É evidente que existem ameaças e mau uso da tecnologia. Mas assim como o homem da caverna aprendeu a se proteger para usar a pedra lascada sem se ferir com ela, temos de encontrar caminhos para criar barreiras e usar a tecnologia a nosso favor. E no mundo da saúde e da ciência, de maneira ética e com bons propósitos.
No entanto, nas mais diversas áreas, temos visto faces negativas da tecnologia – de golpes financeiros à invasão de privacidade, de usos comerciais não autorizados a bullying e outras violações –, deixando claro que o mundo todo carece de regulações bem-feitas.
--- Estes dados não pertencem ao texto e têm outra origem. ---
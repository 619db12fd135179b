"""fieldsill limits: keys, edges of the tables, and mistakes."""

from __future__ import annotations

import pytest

from tests.cli.command import run


def test_keys_and_figures_at_a_frequency(capsys: pytest.CaptureFixture[str]) -> None:
    """ICNIRP 2020 Table 5, general public, 400 to 2000 MHz: 1.375 sqrt(f) V/m, f / 200 W/m2."""
    found = run(
        capsys,
        ["limits", "--set", "icnirp-2020", "--population", "general_public",
         "--frequency", "900MHz", "--json"],
    )  # fmt: skip
    document = found.document
    assert found.code == 0
    assert document["frequency_hz"] == 9e8
    (e,) = [x for x in document["limits"] if (x["scope"], x["quantity"]) == ("whole_body", "E")]
    assert e["value"] == pytest.approx(41.25)
    assert (e["set"], e["edition"], e["population"]) == ("icnirp-2020", "2020", "general_public")
    assert (e["unit"], e["averaging_s"], e["clause"]) == ("V/m", 1800, "Table 5")
    assert e["verified"] is True
    scopes = {x["scope"] for x in document["limits"]}
    assert scopes == {"whole_body", "local", "brief"}
    assert {x["population"] for x in document["limits"]} == {"general_public"}


def test_brief_rows_have_a_value_for_a_duration(capsys: pytest.CaptureFixture[str]) -> None:
    """ICNIRP 2020 Table 7 at 3.5 GHz, 1 s, general public: 1.441 kJ/m2 (from memory)."""
    arguments = ["limits", "--set", "icnirp-2020", "--frequency", "3.5GHz", "--json"]
    for more, expected in (([], None), (["--duration", "1s"], pytest.approx(1.441, rel=5e-4))):
        rows = run(capsys, [*arguments, *more]).document["limits"]
        (u,) = [r for r in rows if (r["quantity"], r["population"]) == ("U", "general_public")]
        assert u["value"] == expected
        assert u["verified"] is False


@pytest.mark.parametrize("frequency", ["99kHz", "101GHz"])
def test_outside_the_table_is_an_empty_list_and_a_reason(
    capsys: pytest.CaptureFixture[str], frequency: str
) -> None:
    found = run(capsys, ["limits", "--set", "fcc-1.1310", "--frequency", frequency, "--json"])
    assert found.code == 0
    assert found.document["limits"] == []
    assert "covers 300 kHz to 100 GHz" in found.document["reason"]


def test_a_population_that_a_set_leaves_out(capsys: pytest.CaptureFixture[str]) -> None:
    arguments = ["limits", "--set", "eu-2013-35", "--population", "general_public"]
    found = run(capsys, [*arguments, "--frequency", "1GHz", "--json"])
    assert found.document["limits"] == []
    assert "says nothing about general_public" in found.document["reason"]


def test_whole_tables(capsys: pytest.CaptureFixture[str]) -> None:
    rows = run(capsys, ["limits", "--json"]).document["limits"]
    assert len(rows) > 200
    assert all(row["f_low_hz"] <= row["f_high_hz"] and row["formula"] for row in rows)
    assert len({row["set"] for row in rows}) == 7


def test_figures_for_people(capsys: pytest.CaptureFixture[str]) -> None:
    out = run(capsys, ["limits", "--frequency", "900MHz"]).out
    assert "general public, whole-body: E 41.25 V/m, over 30 min (Table 5)" in out
    assert "general population/uncontrolled, whole-body: S 6 W/m2, over 30 min" in out
    assert "[from memory]" in out
    assert "local codes" in out
    whole = run(capsys, ["limits", "--set", "eu-1999-519"]).out
    assert "10 GHz to 300 GHz: 61 V/m, over 4080 * f_GHz^-1.05 s" in whole


@pytest.mark.parametrize(
    ("arguments", "says"),
    [
        (["--set", "nowhere"], "limit set 'nowhere' is not known; known: eu-1999-519"),
        (["--frequency", "900"], None),
        (["--frequency", "900XHz"], "not a frequency"),
        (["--frequency", "-1GHz"], "not a frequency"),
        (["--frequency", "nan"], "not a number"),
        (["--frequency", "1GHz", "--duration", "400"], "up to 360 s"),
        (["--frequency", "1GHz", "--duration", "-4"], "not a duration"),
    ],
)
def test_mistakes_are_one_line(
    capsys: pytest.CaptureFixture[str], arguments: list[str], says: str | None
) -> None:
    found = run(capsys, ["limits", *arguments])
    if says is None:
        assert found.code == 0
        return
    assert found.code == 2
    assert found.out == ""
    assert says in found.one_line
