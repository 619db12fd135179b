"""Make a record, or migrate one: python -m monitor.record.schema PATH --simulated 0|1.

Runs in a process of its own, because sqlite-utils costs the daemon's memory and start-up.
"""

from __future__ import annotations

import argparse
import hashlib
import os
import sqlite3
import sys
from importlib.metadata import version
from importlib.resources import files
from pathlib import Path

from sqlite_utils import Database, Migrations

from monitor.core.errors import RecordError
from monitor.core.flags import WORDS
from monitor.record import connect, tables

VERDICT_WORDS = ("undecided", "conforms", "exceeds")

migrations = Migrations("fieldsill")


@migrations(name="1")
def _v1(db: Database) -> None:
    for statement in tables.V1_TABLES.split(";"):
        if statement.strip():
            db.execute(statement)
    for name, select in tables.V1_VIEWS.items():
        db.create_view(name, select)
    db.table("verdict_words").insert_all(
        {"verdict": i, "meaning": word} for i, word in enumerate(VERDICT_WORDS)
    )
    db.execute("PRAGMA user_version = 1")


@migrations(name="2")
def _v2(db: Database) -> None:
    for table, column in tables.V2_COLUMNS:
        if column not in {one.name for one in db.table(table).columns}:
            db.execute(f"ALTER TABLE {table} ADD COLUMN {column} REAL DEFAULT 0.0")
    db.execute(tables.V2_INDEX)
    for name, select in tables.V2_VIEWS.items():
        db.execute(f"DROP VIEW IF EXISTS {name}")
        db.create_view(name, select)
    db.execute("DELETE FROM flag_words")
    db.table("flag_words").insert_all(
        {"bit": int(bit), "meaning": word} for bit, word in WORDS.items()
    )
    body = files("monitor.record").joinpath("FORMAT.md").read_bytes()
    digest = hashlib.sha256(body).hexdigest()
    db.table("documents").insert({"hash": digest, "kind": "format", "body": body}, ignore=True)
    db.execute("PRAGMA user_version = 2")


def create(path: Path, simulated: bool) -> None:
    """Make the record where there is none; else apply what migrations it lacks.

    A new file appears under its name only when it is complete. RecordError where the file is
    no record, is newer, or bears the other simulated mark.
    """
    if path.exists():
        found = connect.identify(path)
        connect.refuse_other_mark(path, found.simulated, simulated)
        _migrate(path)
        return
    draft = path.with_name(f".{path.name}.{os.getpid()}.new")
    try:
        connection = sqlite3.connect(draft)
        try:
            connection.execute("PRAGMA page_size = 1024")
            connection.execute("PRAGMA journal_mode = WAL")
            connection.execute(f"PRAGMA application_id = {connect.APPLICATION_ID}")
            db = Database(connection, execute_plugins=False)
            migrations.apply(db)
            _mark(db, simulated)
        finally:
            connection.close()
        _appear(draft, path)
    except (OSError, sqlite3.Error) as error:
        text = f"{path}: cannot be made: {error}; check folder and space"
        raise connect.failure(error)(text) from error
    finally:
        draft.unlink(missing_ok=True)


def _mark(db: Database, simulated: bool) -> None:
    rows = {"simulated": "1" if simulated else "0", "made_by": f"fieldsill {version('fieldsill')}"}
    with db.atomic():
        db.table("meta").insert_all({"key": key, "value": value} for key, value in rows.items())


def _migrate(path: Path) -> None:
    connection = sqlite3.connect(path)
    try:
        migrations.apply(Database(connection, execute_plugins=False))
    except sqlite3.Error as error:
        text = f"{path}: cannot be migrated: {error}; nothing was changed"
        raise connect.failure(error)(text) from error
    finally:
        connection.close()


def _appear(draft: Path, path: Path) -> None:
    with draft.open("rb") as file:
        os.fsync(file.fileno())
    os.link(draft, path)  # unlike a rename, never replaces a file that came meanwhile
    folder = os.open(path.parent, os.O_RDONLY)
    try:
        os.fsync(folder)
    finally:
        os.close(folder)


def main(argv: list[str] | None = None) -> int:
    """Exit code 0; else 3, or 75 where only the disk is in the way, with one line on stderr."""
    parser = argparse.ArgumentParser(prog="python -m monitor.record.schema")
    parser.add_argument("path", type=Path)
    parser.add_argument("--simulated", choices=("0", "1"), required=True)
    arguments = parser.parse_args(argv)
    try:
        create(arguments.path, arguments.simulated == "1")
    except RecordError as error:
        sys.stderr.write(f"{error}\n")
        trouble = isinstance(error, connect.DiskTroubleError)
        return connect.DISK_TROUBLE if trouble else error.exit_code
    return 0


if __name__ == "__main__":
    sys.exit(main())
Alguns países, principalmente da Europa, estão mais adiantados, mas o nosso também está dando passos nessa jornada.
Como otimista em tempo integral, volto da SXSW certo de que podemos e devemos todos embarcar na gigantesca nave de possibilidades que a tecnologia nos oferece para explorar as novas fronteiras do nosso próprio mundo e civilização. Em vez de Star Treck ficcional é a Humanity Treck real. É o futuro a ser criado com o uso das máquinas por seres humanos curiosos, criativos, empáticos e cheios de iniciativa.